The cheerleaders of Kountze Middle School use their faith-based signs at the middle school football game held at Kountze High
The cheerleaders of Kountze Middle School use their faith-based signs at the middle school football game held at Kountze High School on Thursday, September 20, 2012 in Kountze, Texas. For three straight weeks, high school football players in a small southeast Texas town took the field by bolting through large red-and-white banners that hollered the praises of Jesus Christ. But someone complained to a foundation that fights for the separation of church and state, and by Tuesday, a day after receiving a letter from the Freedom From Religion Foundation, the superintendent banned the banners, and the town became embroiled in a controversy that has touched other communities nationwide. On Thursday, a judge granted a request by the nonprofit Liberty Institute law firm to temporarily bar the implementation of the ban. It also set a hearing for early October when the sides will be able to make their arguments. The cheerleaders planned to raise their 20-foot banners at Thursday evening's junior varsity football game. (AP Photo/The Beaumont Enterprise, Randy Edwards) MANDATORY CREDIT, NO SALES, MAGS OUT, TV OUT, AP MEMBERS ONLY

(RNS) Texas cheerleaders can continue to use banners with Bible verses after a court granted them a temporary restraining order against their school district.

A judge in Hardin County, Texas, issued the order on Thursday (Sept. 20) after parents filed suit on behalf of the cheerleaders. It orders the Kountze Independent School District to "cease and desist" from preventing high school cheerleaders from displaying the large paper banners, through which football players ran at the start of games.

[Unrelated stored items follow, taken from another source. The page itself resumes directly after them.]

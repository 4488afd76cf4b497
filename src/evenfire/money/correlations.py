"""Published cost correlations with their year, index, range and source; US dollars, US Gulf Coast.

Every cost holds for carbon steel. How a correlation is used is in :mod:`evenfire.money.cost_basis`.
"""

from __future__ import annotations

import math
from collections.abc import Callable
from dataclasses import dataclass, field

from evenfire.units import SECONDS_PER_HOUR

W_PER_KW = 1000.0
STEAM_BOILER_BARE_MODULE_FACTOR = 2.19

TURTON = "Turton et al., Analysis, Synthesis and Design of Chemical Processes, 4th ed., Appendix A"
TOWLER = "Towler and Sinnott, Chemical Engineering Design"


@dataclass(frozen=True, slots=True, kw_only=True)
class Correlation:
    """A published cost of one kind of equipment against its size."""

    name: str
    source: str
    confirmed: bool
    """Whether the coefficients were compared with a second copy of the source."""
    basis_date: str
    basis_index: float
    """Chemical Engineering Plant Cost Index that belongs to the correlation's dollars [1]."""
    size_name: str
    size_unit: str
    smallest: float
    largest: float
    """Range of sizes in the source, in ``size_unit``."""
    lowest_bar_g: float
    highest_bar_g: float
    """Range of design pressures [bar g]."""
    needs_diameter: bool
    installed: bool
    """Whether ``cost_usd`` is the installed cost; else that of the equipment at the maker's gate."""
    installation_factor: float | None
    """Installed over purchased cost in the source; None if the source gives none."""
    cost_usd: Callable[[float, float, float], float] = field(repr=False)
    """Cost of size in ``size_unit``, design pressure [bar g] and inside diameter [m]."""


def steam_boiler_pressure_factor(pressure_bar_g: float) -> float:
    """Cost of a steam boiler over that of one for low pressure: 1 up to 20 bar g, 1.7 at 40 bar g.

    Formula above 20 bar g: ``log10 F = 2.594072 - 4.23476 log10 P + 1.722404 (log10 P) ** 2``.

    Parameters
    ----------
    pressure_bar_g : float
        Design pressure [bar g], up to 40.

    Returns
    -------
    float
        Factor on cost [1].

    References
    ----------
    Turton et al., Table A.2.

    Examples
    --------
    >>> steam_boiler_pressure_factor(30.0)
    1.249998
    """
    if pressure_bar_g <= 20.0:
        return 1.0
    decades = math.log10(pressure_bar_g)
    return float(10.0 ** (2.594072 - 4.23476 * decades + 1.722404 * decades**2))


def vessel_pressure_factor(pressure_bar_g: float, diameter_m: float) -> float:
    """Cost of a vessel over that of one for low pressure, by the wall that the pressure asks for.

    Formula: ``max(1, ((P + 1) D / (2 (850 - 0.6 (P + 1))) + 0.00315) / 0.0063)``.

    Parameters
    ----------
    pressure_bar_g : float
        Design pressure [bar g].
    diameter_m : float
        Inside diameter [m].

    Returns
    -------
    float
        Factor on cost [1].

    References
    ----------
    Turton et al., equation A.2.

    Examples
    --------
    >>> vessel_pressure_factor(10.0, 2.0)
    2.570230
    """
    pressure = pressure_bar_g + 1.0
    return max(1.0, (pressure * diameter_m / (2.0 * (850.0 - 0.6 * pressure)) + 0.00315) / 0.0063)


def logarithmic_cost(k1: float, k2: float, k3: float, size: float) -> float:
    """Purchased cost [USD] by ``log10 C = K1 + K2 log10 A + K3 (log10 A) ** 2``.

    References
    ----------
    Turton et al., equation A.1 and Table A.1.

    Examples
    --------
    >>> logarithmic_cost(3.5565, 0.3776, 0.0905, 50.0)
    28791.17
    """
    decades = math.log10(size)
    return float(10.0 ** (k1 + k2 * decades + k3 * decades**2))


def _steam_boiler(heat_w: float, pressure_bar_g: float, _diameter_m: float) -> float:
    purchased = logarithmic_cost(6.9617, -1.4800, 0.3161, heat_w / W_PER_KW)
    return purchased * STEAM_BOILER_BARE_MODULE_FACTOR * steam_boiler_pressure_factor(pressure_bar_g)


def _horizontal_vessel(volume_m3: float, pressure_bar_g: float, diameter_m: float) -> float:
    purchased = logarithmic_cost(3.5565, 0.3776, 0.0905, volume_m3)
    return purchased * (1.49 + 1.52 * vessel_pressure_factor(pressure_bar_g, diameter_m))


def _vertical_vessel(volume_m3: float, pressure_bar_g: float, diameter_m: float) -> float:
    purchased = logarithmic_cost(3.4974, 0.4485, 0.1074, volume_m3)
    return purchased * (2.25 + 1.82 * vessel_pressure_factor(pressure_bar_g, diameter_m))


def _packaged_boiler_2007(steam_kg_s: float, _pressure_bar_g: float, _diameter_m: float) -> float:
    return 106_000.0 + 8.7 * steam_kg_s * SECONDS_PER_HOUR


def _packaged_boiler_2010(steam_kg_s: float, _pressure_bar_g: float, _diameter_m: float) -> float:
    return 124_000.0 + 10.0 * steam_kg_s * SECONDS_PER_HOUR


def _pressure_vessel_by_mass(shell_kg: float, _pressure_bar_g: float, _diameter_m: float) -> float:
    return float(10_200.0 + 31.0 * shell_kg**0.85)


CORRELATIONS: dict[str, Correlation] = {
    correlation.name: correlation
    for correlation in (
        Correlation(
            name="steam boiler by heat output",
            source=f"{TURTON}, Tables A.1, A.2 and A.6",
            confirmed=True,
            basis_date="2001",
            basis_index=397.0,
            size_name="heat output",
            size_unit="W",
            smallest=1.2e6,
            largest=9.4e6,
            lowest_bar_g=0.0,
            highest_bar_g=40.0,
            needs_diameter=False,
            installed=True,
            installation_factor=None,
            cost_usd=_steam_boiler,
        ),
        Correlation(
            name="horizontal vessel by volume",
            source=f"{TURTON}, Tables A.1 and A.4, equation A.2",
            confirmed=True,
            basis_date="2001",
            basis_index=397.0,
            size_name="volume",
            size_unit="m3",
            smallest=0.1,
            largest=628.0,
            lowest_bar_g=0.0,
            highest_bar_g=40.0,
            needs_diameter=True,
            installed=True,
            installation_factor=None,
            cost_usd=_horizontal_vessel,
        ),
        Correlation(
            name="vertical vessel by volume",
            source=f"{TURTON}, Tables A.1 and A.4, equation A.2",
            confirmed=True,
            basis_date="2001",
            basis_index=397.0,
            size_name="volume",
            size_unit="m3",
            smallest=0.3,
            largest=520.0,
            lowest_bar_g=0.0,
            highest_bar_g=40.0,
            needs_diameter=True,
            installed=True,
            installation_factor=None,
            cost_usd=_vertical_vessel,
        ),
        Correlation(
            name="packaged boiler by steam, 2007",
            source=f"{TOWLER}, 1st ed., Table 6.6",
            confirmed=True,
            basis_date="January 2007",
            basis_index=509.7,
            size_name="steam",
            size_unit="kg/s",
            smallest=5_000.0 / SECONDS_PER_HOUR,
            largest=200_000.0 / SECONDS_PER_HOUR,
            lowest_bar_g=15.0,
            highest_bar_g=40.0,
            needs_diameter=False,
            installed=False,
            installation_factor=None,
            cost_usd=_packaged_boiler_2007,
        ),
        Correlation(
            name="packaged boiler by steam, 2010",
            source=f"{TOWLER}, 2nd ed., Table 7.2",
            confirmed=False,
            basis_date="January 2010",
            basis_index=532.9,
            size_name="steam",
            size_unit="kg/s",
            smallest=5_000.0 / SECONDS_PER_HOUR,
            largest=200_000.0 / SECONDS_PER_HOUR,
            lowest_bar_g=15.0,
            highest_bar_g=40.0,
            needs_diameter=False,
            installed=False,
            installation_factor=None,
            cost_usd=_packaged_boiler_2010,
        ),
        Correlation(
            name="pressure vessel by shell mass",
            source=f"{TOWLER}, 2nd ed., Table 7.2",
            confirmed=False,
            basis_date="January 2010",
            basis_index=532.9,
            size_name="shell mass",
            size_unit="kg",
            smallest=160.0,
            largest=50_000.0,
            lowest_bar_g=0.0,
            highest_bar_g=40.0,
            needs_diameter=False,
            installed=False,
            installation_factor=4.0,
            cost_usd=_pressure_vessel_by_mass,
        ),
    )
}
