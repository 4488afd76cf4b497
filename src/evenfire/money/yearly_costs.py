"""Year-by-year cost of a unit of each yearly quantity: the one home of prices over time.

Both the cash flow and the present cost rates are built from these arrays.
"""

from __future__ import annotations

import numpy as np
from numpy.typing import NDArray

from evenfire.money.terms import Finance, Price, Prices, YearlyQuantities

FloatArray = NDArray[np.float64]

RUNNING_LINES = ("fuel", "carbon", "electricity", "water", "unmet steam", "burner starts", "maintenance")
"""Cost lines that follow from yearly quantities."""


def discount_factors(finance: Finance) -> FloatArray:
    """Present value of one unit of money at the end of each year [1], shape (horizon + 1,)."""
    years = np.arange(finance.horizon_years + 1)
    return np.asarray((1.0 + finance.discount_rate) ** -years.astype(float))


def yearly_price(price: Price, finance: Finance) -> FloatArray:
    """What a unit costs in each year, on the basis of the finance, shape (horizon + 1,).

    Year 0 holds no operation and so the price zero. A path leads in straight lines from the amount
    in year 0 through its points; the escalation holds after the last point, or throughout without one.

    Examples
    --------
    >>> finance = Finance(
    ...     currency="EUR", price_date="2026-10", horizon_years=4, discount_rate=0.08, rate_basis="real"
    ... )
    >>> yearly_price(Price(amount=70.0, escalation=0.1, path=((2, 90.0),)), finance)
    array([  0. ,  80. ,  90. ,  99. , 108.9])
    """
    years = np.arange(finance.horizon_years + 1, dtype=float)
    point_years = np.array([0.0, *(year for year, _ in price.path)])
    point_amounts = np.array([price.amount, *(amount for _, amount in price.path)])
    years_after_path = np.maximum(years - point_years[-1], 0.0)
    amounts: FloatArray = np.interp(years, point_years, point_amounts)
    amounts = amounts * (1.0 + price.escalation) ** years_after_path
    amounts[0] = 0.0
    return amounts


def running_unit_costs(prices: Prices, finance: Finance) -> dict[str, FloatArray]:
    """Cost before tax of one unit of a yearly quantity in each year, by line of `RUNNING_LINES`."""
    price_of_line = {
        "fuel": prices.fuel_per_j_lhv,
        "carbon": prices.carbon_per_kg,
        "electricity": prices.electricity_per_j,
        "water": prices.water_per_kg,
        "unmet steam": prices.unmet_steam_per_kg,
        "burner starts": prices.maintenance,
        "maintenance": prices.maintenance,
    }
    return {line: yearly_price(price_of_line[line], finance) for line in RUNNING_LINES}


def quantity_of_line(quantities: YearlyQuantities) -> dict[str, float]:
    """The yearly quantity that each of `RUNNING_LINES` prices."""
    return {
        "fuel": quantities.fuel_j_lhv,
        "carbon": quantities.co2_kg,
        "electricity": quantities.electricity_j,
        "water": quantities.water_kg,
        "unmet steam": quantities.unmet_steam_kg,
        "burner starts": quantities.burner_start_cost,
        "maintenance": quantities.maintenance_cost,
    }


def tax_rate(finance: Finance) -> float:
    """Share of a deductible cost that less tax gives back [1]; zero without tax."""
    return finance.tax.rate if finance.tax is not None else 0.0
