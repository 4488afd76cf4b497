"""The invented records of the cases: made again byte for byte, and shaped as the cases say."""

import gzip
import runpy
from pathlib import Path

import numpy as np
import pytest

from evenfire.demand.read import RecordFormat, demand_record

CASES = Path(__file__).parents[2] / "cases"
FORM = RecordFormat(
    time_column="time", flow_column="steam_kg_h", flow_unit="kg/h", gaps="refuse", largest_gap_s=0.0
)


def content(path):
    """Bytes of a file, unpacked."""
    return gzip.decompress(path.read_bytes()) if path.suffix == ".gz" else path.read_bytes()


@pytest.mark.parametrize("name", ["cannery/steam.csv.gz", "dyehouse/steam.csv"])
def test_record_is_made_again_byte_for_byte(tmp_path, name):
    """The committed record is what its script writes."""
    script = runpy.run_path(str((CASES / name).with_name("make_record.py")))
    again = tmp_path / Path(name).name
    script["write_record"](again, 56)
    assert content(again) == content(CASES / name)


def test_longer_record_starts_like_the_short_one(tmp_path):
    """Days have random numbers of their own: asking for more days changes none of the first."""
    script = runpy.run_path(str(CASES / "cannery" / "make_record.py"))
    np.testing.assert_array_equal(script["make_flow"](9)[: 7 * 1440], script["make_flow"](7))


def test_cannery_has_the_peaks_its_case_speaks_of():
    """Mean near 2 t/h; most workdays peak at 9 to 12 t/h; Sundays idle at 0.15 to 0.4 t/h."""
    record = demand_record(CASES / "cannery" / "steam.csv.gz", FORM)
    days = record.flow_kg_s.reshape(56, 1440) * 3.6
    workdays = days[[day for day in range(56) if day % 7 < 5]]
    sundays = days[6::7]
    assert record.step_s == 60.0
    assert 1.7 < days.mean() < 2.3
    assert np.mean((workdays.max(axis=1) > 9.0) & (workdays.max(axis=1) < 12.5)) > 0.9
    assert ((workdays > 7.5).sum(axis=1) >= 20).mean() > 0.9
    assert sundays.min() >= 0.15
    assert sundays.max() <= 0.4


def test_dyehouse_overloads_its_boiler_of_four_tonnes_per_hour():
    """Mean near 1.2 t/h with quarter-hour peaks between 4.5 and 5.5 t/h."""
    record = demand_record(CASES / "dyehouse" / "steam.csv", FORM)
    flow_t_h = record.flow_kg_s * 3.6
    assert record.step_s == 900.0
    assert 1.1 < flow_t_h.mean() < 1.4
    assert 4.5 < flow_t_h.max() < 5.5
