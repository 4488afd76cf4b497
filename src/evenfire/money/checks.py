"""Refusal of rates, prices, investments and quantities that make no sense, all problems at once."""

from __future__ import annotations

import math
from collections.abc import Iterator
from dataclasses import fields

from evenfire.errors import MoneyError, Problem
from evenfire.money.terms import Finance, Grant, Investment, Price, Prices, Tax, YearlyQuantities

MOST_DECADES = 100.0
"""Powers of ten by which a rate may change money over its years; far beyond any real one."""
SUM_TOLERANCE = 1e-6
"""How far shares typed as percentages may miss a sum of one."""


def require_sound(
    finance: Finance,
    *,
    prices: Prices | None = None,
    investments: tuple[Investment, ...] = (),
    quantities: YearlyQuantities | None = None,
) -> None:
    """Raise one `MoneyError` with every problem of the given terms; return silently if there is none.

    Raises
    ------
    MoneyError
        M101 rate, M102 horizon, M103 price, M104 investment, M105 share, M106 basis name,
        M107 quantity.
    """
    problems = [*_finance_problems(finance)]
    if prices is not None:
        for field in fields(prices):
            problems += _price_problems(getattr(prices, field.name), f"price {field.name}", finance)
    for investment in investments:
        problems += _investment_problems(investment, finance)
    if quantities is not None:
        problems += _quantity_problems(quantities)
    if problems:
        raise MoneyError(*problems)


def rate_problems(rate: float, where: str, years: float = 1.0) -> Iterator[Problem]:
    """The problem of a yearly rate of -100 % or less, not a number, or absurd over so many years."""
    if not (math.isfinite(rate) and rate > -1.0):
        yield Problem(
            code="M101",
            where=where,
            found=f"found {rate:g} per year",
            allowed="must be a finite number above -1 (-100 % per year)",
        )
    elif abs(years) * abs(math.log10(1.0 + rate)) > MOST_DECADES:
        yield Problem(
            code="M101",
            where=where,
            found=f"found {rate:g} per year over {years:g} a",
            allowed=f"must not change money by more than a factor of 1e{MOST_DECADES:g} over its years",
        )


def year_problems(years: int, fewest: int, where: str) -> Iterator[Problem]:
    """The problem of a number of years below the fewest that make sense."""
    if not (years >= fewest and years == int(years)):
        yield Problem(
            code="M102",
            where=where,
            found=f"found {years} a",
            allowed=f"must be a whole number of years, at least {fewest}",
        )


def _finance_problems(finance: Finance) -> Iterator[Problem]:
    yield from year_problems(finance.horizon_years, 1, "finance, horizon_years")
    years = finance.horizon_years
    yield from rate_problems(finance.discount_rate, "finance, discount_rate", years)
    yield from rate_problems(finance.inflation, "finance, inflation", years)
    if finance.reinvestment_rate is not None:
        yield from rate_problems(finance.reinvestment_rate, "finance, reinvestment_rate", years)
    if finance.rate_basis not in ("real", "nominal"):
        yield Problem(
            code="M106",
            where="finance, rate_basis",
            found=f"found '{finance.rate_basis}'",
            allowed="must be 'real' or 'nominal'",
        )
    if not (math.isfinite(finance.contingency) and finance.contingency >= 0.0):
        yield Problem(
            code="M105",
            where="finance, contingency",
            found=f"found {finance.contingency:g}",
            allowed="must be a share of at least 0",
        )
    if finance.tax is not None:
        yield from _tax_problems(finance.tax)


def _tax_problems(tax: Tax) -> Iterator[Problem]:
    if not 0.0 <= tax.rate < 1.0:
        yield Problem(
            code="M105",
            where="finance, tax rate",
            found=f"found {tax.rate:g}",
            allowed="must be a share of at least 0 and below 1",
        )
    shares = tax.depreciation_shares
    if not (shares and min(shares) >= 0.0 and abs(sum(shares) - 1.0) <= SUM_TOLERANCE):
        yield Problem(
            code="M105",
            where="finance, tax depreciation_shares",
            found=f"found {len(shares)} shares with the sum {sum(shares):g}",
            allowed="must be shares of at least 0 that sum to 1",
        )


def _price_problems(price: Price, where: str, finance: Finance) -> Iterator[Problem]:
    yield from rate_problems(price.escalation, f"{where}, escalation", finance.horizon_years)
    if not math.isfinite(price.amount):
        yield Problem(
            code="M103", where=where, found=f"found {price.amount:g}", allowed="must be a finite number"
        )
    previous = 0
    for year, amount in price.path:
        if year <= previous or not math.isfinite(amount):
            yield Problem(
                code="M103",
                where=f"{where}, path",
                found=f"found a price of {amount:g} in year {year} after year {previous}",
                allowed="must be finite prices in rising years, the first after year 0",
            )
        previous = year


def _investment_problems(investment: Investment, finance: Finance) -> Iterator[Problem]:
    where = f"investment '{investment.name}'"
    yield from year_problems(investment.life_years, 1, f"{where}, life_years")
    if investment.escalation is not None:
        yield from rate_problems(investment.escalation, f"{where}, escalation", finance.horizon_years)
    for name in ("amount", "replacement_amount", "residual_value"):
        amount = getattr(investment, name)
        if amount is not None and not (math.isfinite(amount) and amount >= 0.0):
            yield Problem(
                code="M104",
                where=f"{where}, {name}",
                found=f"found {amount:g} {finance.currency}",
                allowed=f"must be at least 0 {finance.currency}",
            )
    shares = [share for _, share in investment.payments]
    if not (shares and min(shares) >= 0.0 and abs(sum(shares) - 1.0) <= SUM_TOLERANCE):
        yield Problem(
            code="M105",
            where=f"{where}, payments",
            found=f"found shares with the sum {sum(shares):g}",
            allowed="must be shares of at least 0 that sum to 1",
        )
    if not 0 <= investment.year < finance.horizon_years:
        yield Problem(
            code="M104",
            where=f"{where}, year",
            found=f"found year {investment.year}",
            allowed=f"must lie between year 0 and year {finance.horizon_years - 1}",
        )
    for delay, _ in investment.payments:
        yield from _delay_problems(delay, investment, finance, f"{where}, payments")
    if investment.grant is not None:
        yield from _grant_problems(investment.grant, investment, finance, where)


def _grant_problems(grant: Grant, investment: Investment, finance: Finance, where: str) -> Iterator[Problem]:
    if not 0.0 <= grant.share <= 1.0:
        yield Problem(
            code="M105",
            where=f"{where}, grant share",
            found=f"found {grant.share:g}",
            allowed="must be a share between 0 and 1",
        )
    yield from _delay_problems(grant.years_after_purchase, investment, finance, f"{where}, grant")


def _delay_problems(delay: int, investment: Investment, finance: Finance, where: str) -> Iterator[Problem]:
    if not (delay >= 0 and investment.year + delay <= finance.horizon_years):
        yield Problem(
            code="M104",
            where=where,
            found=f"found a payment {delay} a after the purchase in year {investment.year}",
            allowed=f"must be paid between the purchase and year {finance.horizon_years}",
        )


def _quantity_problems(quantities: YearlyQuantities) -> Iterator[Problem]:
    for field in fields(quantities):
        amount = getattr(quantities, field.name)
        if not (math.isfinite(amount) and amount >= 0.0):
            yield Problem(
                code="M107",
                where=f"yearly quantity {field.name}",
                found=f"found {amount:g}",
                allowed="must be a finite number of at least 0",
            )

A hearing on the case has been set for Oct. 4.

A lawyer from the Wisconsin-based Freedom from Religion Foundation sent a letter to the district saying the cheerleaders' tradition was "inappropriate and unconstitutional."

Superintendent Kevin Weldon had stopped the use of the banners after consulting with a legal adviser at the Texas Association of School Boards.

Liberty Institute, which is representing cheerleaders and parents in the case, hailed the judge's decision.

"We are excited that the cheerleaders for the Kountze High School Lions can again do what they do best -- cheer on their football team without government censorship," said Mike Johnson, senior counsel for the Texas-based Liberty Institute.

Although Weldon has said he supports the cheerleaders' stance, he was advised that legal precedent was not in their favor.

In 2000, the Supreme Court ruled in Santa Fe Independent School District v. Doe that student-led and student-initiated prayers conducted over a loudspeaker during football games were unconstitutional because they implied school sponsorship of the prayers.

Nine years later, cheerleaders at a Georgia high school who held nearly identical signs to those used in Kountze were also forced to stop by school officials who referred to the Santa Fe case.